- Born: Siti Alnfor Ahmed Bakr 10 September 1997
- Died: 17 November 2021 (aged 24) Shambat, Khartoum North, Khartoum State, Sudan
- Cause of death: Gunshot wounds
- Resting place: Al-Kadro Cemetery
- Other name: Sitna
- Education: Neelain University
- Occupation: Nurse

= Siti Alnfor =

Slain Sudanese activist (1998–2021)

Siti Alnfor Ahmed Bakr (10 September 1997 - 17 November 2021; ست النفور احمد بكار), nicknamed Sitna, was a 24-year-old (Note: 25 and 22 was also reported) Sudanese nurse and women's human rights defender (WHRD) in Sudan. She was killed on 17 November 2021, during protests in Khartoum North against the coup d'état led by General Abdel Fattah al-Burhan. She was fatally shot by the security forces. Her face, depicted on black-and-white flags, became a symbol for the revolution.

== Life and activism ==
Born on 10 September 1997, Siti Alnfor, (Note: Siti Alnfor Ahmed Bakr is from a culture that does not use last names.) also known as Sitna, was a nurse who graduated from the Neelain University. Hailing from al-Kadro, north of Khartoum North, she was an activist, volunteer, and women's human rights defender (WHRD) who was active throughout the Sudanese revolution since 2018.

== The Killing of Sitna ==
The military coup in Sudan, led by General Abdel Fattah al-Burhan, took control of the Government of Sudan on 25 October 2021. The coup resulted in the dissolution of the government, declaration of a state of emergency, and arrest of several senior government figures. The military junta, under the guise of "correcting the course of the revolution," has disrupted the political transition that was initiated following the 2019 revolution.

Key civilian groups including the Sudanese Professionals Association and Forces of Freedom and Change called for civil disobedience and refusal to cooperate with the coup organisers. Protests started on 25 and 26 October against the coup and at least 10 civilians were reported as being killed and over 140 injured by the military during the first day of protests. Protests and strikes continued, with 200,000 to 2,000,000 protestors participating around Sudan on 30 October and 15 shot dead by security forces in protests organised by the Sudanese resistance committees on 17 November.

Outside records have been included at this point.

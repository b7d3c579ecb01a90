import { afterAll, beforeAll, describe, expect, it } from 'vitest';
import { resetDatabase, sequelize } from '../support/db';
import { seedDemo } from '@/db/seed/demo';
import { forgetSettings } from '@/lib/settings/settings.server';
import { loadTripHistory } from '@/lib/planning/returns-forecast.server';
import { backTestReturns, binsOutAsOf, fitReturnModel, forecastReturns } from '@/lib/planning/returns-forecast';
import { addDays } from '@/lib/calendar';

const NOW = new Date('2026-12-01T12:00:00Z');

beforeAll(async () => {
  await resetDatabase();
  forgetSettings();
  await seedDemo({ bins: 240, months: 14, now: NOW });
}, 600_000);
afterAll(async () => {
  await sequelize.close();
});

describe('returns forecast on the demo history', () => {
  it('reads every trip, open ones without a return date', async () => {
    const trips = await loadTripHistory();
    expect(trips.length).toBeGreaterThan(240);
    expect(trips.some((t) => t.returnedOn === null)).toBe(true);
    expect(trips.every((t) => t.returnedOn === null || t.returnedOn >= t.dispatchedOn)).toBe(true);
  });

  it('back-test: forecasts made at eight past dates, 14 days ahead — actual returns inside the 10–90 % band on ≥ 80 % of depot-days', async () => {
    const trips = await loadTripHistory();
    // Forecast dates every 3 weeks, the last one 15 days before the end of the history so its horizon is seen.
    const dates = Array.from({ length: 8 }, (_, i) => addDays('2026-11-16', -21 * (7 - i)));
    const { days, insideShare } = backTestReturns(trips, dates, { horizonDays: 14 });
    const below = days.filter((d) => d.actual < d.low).length;
    const above = days.filter((d) => d.actual > d.high).length;
    const expected = days.reduce((s, d) => s + d.expected, 0);
    const actual = days.reduce((s, d) => s + d.actual, 0);
    console.log(
      `returns back-test: ${days.length} depot-days from ${dates[0]} to ${dates[dates.length - 1]}, inside the 10–90 % band ${(insideShare * 100).toFixed(1)} % ` +
        `(below ${below}, above ${above}); expected ${expected.toFixed(1)} returns in all, actual ${actual}`,
    );
    expect(days.length).toBeGreaterThan(8 * 14);
    expect(actual).toBeGreaterThan(50); // enough returns for the figure to mean something
    expect(insideShare).toBeGreaterThanOrEqual(0.8);
    // The expectation is not biased by more than a tenth either way over the whole test.
    expect(Math.abs(expected - actual) / actual).toBeLessThan(0.1);
  });

  it('today: every bin on hire is forecast at some depot', async () => {
    const trips = await loadTripHistory();
    const today = '2026-12-01';
    const out = binsOutAsOf(trips, today);
    const forecast = forecastReturns(fitReturnModel(trips, today), out, { asOf: today, horizonDays: 21 });
    expect(forecast.reduce((s, d) => s + d.binsOut, 0)).toBe(out.length);
    for (const d of forecast) {
      for (const day of d.days) {
        expect(day.low).toBeLessThanOrEqual(day.high);
        expect(day.cumulativeExpected).toBeLessThanOrEqual(d.binsOut - d.beyondHistory + 1e-9);
      }
    }
  });
});
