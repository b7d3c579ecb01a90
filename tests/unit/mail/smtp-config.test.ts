import { describe, test, expect } from 'vitest';
import { smtpConfigFromEnv } from '@/lib/mail/smtp-config';

describe('SMTP settings from the environment', () => {
  test('no host: mail is reported as not set up (and nothing is attempted)', () => {
    const c = smtpConfigFromEnv({});
    expect(c.ok).toBe(false);
    if (!c.ok) expect(c.problem).toMatch(/SMTP_HOST/);
  });
  test('the local mailbox: plain SMTP, STARTTLS ignored, no credentials', () => {
    const c = smtpConfigFromEnv({ SMTP_HOST: '127.0.0.1', SMTP_PORT: '2526', MAIL_DEV_INBOX: '1', SMTP_USER: 'u' });
    expect(c).toMatchObject({ ok: true, options: { host: '127.0.0.1', port: 2526, secure: false, ignoreTLS: true } });
    expect(c.ok && c.options.auth).toBeUndefined();
  });
  test('a real server: submission port 587 by default, implicit TLS on 465 when SMTP_SECURE (RFC 8314)', () => {
    expect(smtpConfigFromEnv({ SMTP_HOST: 'smtp.example' })).toMatchObject({ ok: true, options: { port: 587, secure: false } });
    expect(smtpConfigFromEnv({ SMTP_HOST: 'smtp.example', SMTP_SECURE: 'true' })).toMatchObject({ ok: true, options: { port: 465, secure: true } });
  });
  test('credentials are passed when a user is given', () => {
    const c = smtpConfigFromEnv({ SMTP_HOST: 'smtp.example', SMTP_PORT: '2525', SMTP_USER: 'pool', SMTP_PASSWORD: 's3cret' });
    expect(c.ok && c.options.auth).toEqual({ user: 'pool', pass: 's3cret' });
  });
  test('a bad port is refused with the value named', () => {
    const c = smtpConfigFromEnv({ SMTP_HOST: 'smtp.example', SMTP_PORT: 'abc' });
    expect(c.ok).toBe(false);
    if (!c.ok) expect(c.problem).toContain('abc');
  });
  test('every connection is bounded in time', () => {
    const c = smtpConfigFromEnv({ SMTP_HOST: 'h' });
    expect(c.ok && c.options.connectionTimeout).toBeLessThanOrEqual(10_000);
  });
});
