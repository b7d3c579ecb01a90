// Integration files run two at a time (src/cli/test.mjs), each worker on its own copy of the migrated test
// database: worker 1 keeps DATABASE_URL, worker N uses `<database>_N`, made by the runner from the first as a
// template. Runs before a file's imports, so the one Sequelize instance and any child process the file starts
// (the seeder, the job queue) see the worker's database. Every file still starts from empty tables
// (support/db.ts resetDatabase), so which worker runs it does not matter.
import { workerDatabaseUrl } from '@/cli/worker-database.mjs';

process.env.DATABASE_URL = workerDatabaseUrl(process.env.DATABASE_URL, process.env.VITEST_POOL_ID);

On the 17 November 2021, from noon to 4pm local time, unrest unfolded in Khartoum North and Al Siteen Street in Al Amarat, Khartoum, resulting in both fatalities and injuries. Protestors advocating for a government led by civilians were met with resistance from security and police forces, who employed tear gas and live rounds. The Central Committee of Sudanese Doctors confirmed that the day’s events led to the loss of 15 lives. Video footages implicated the Sudanese government riot police, the Central Reserve Forces, the Sudanese police forces, and unidentified individuals from the General Intelligence Service in civilian attire as the potential aggressors against the protestors.A video was posted on Facebook showed a protest site near Al Rabiata Shambat Square and the Al Taawun Stadium on Al Mouna Bahri street. The video captures the sound of what seems to be gunfire and protestors in flight. While the video does not show any security forces or police, it does show white smoke, possibly indicative of tear gas. At around 4 pm, the video also depicts a woman, later identified as Siti Alnfor Ahmed Bakr, being carried away after sustaining a gunshot wound to the chin by the security forces.

The casualties from the protest were transported to the International Hospital on Al Zaim Al Azhari street, where further protests took place with chants against military governance.

== Aftermath ==
Siti Alnfor's picture immerged as a new symbol for the Sudanese protests. Her face, depicted on black-and-white flags, was prominently displayed every week on the streets of Khartoum during protests against the coup d'état. The following days, the Ministry of Culture and Information placed Siti Alnfor's as the cover of its Facebook page, and US chargé d'affaires in Khartoum, Brian Shawkan, visited Siti Alnfor's family to offer his condolences.

Siti Alnfor's father declined an autopsy on her. However, her body was later exhumed and examined on 16 December 2021.

In 2022, a radiology suite at Ibrahim Malik Teaching Hospital was named after Siti Alnfor, and a memorial service commemorating her was conducted on 16 November 2022 near her house in al-Kadro.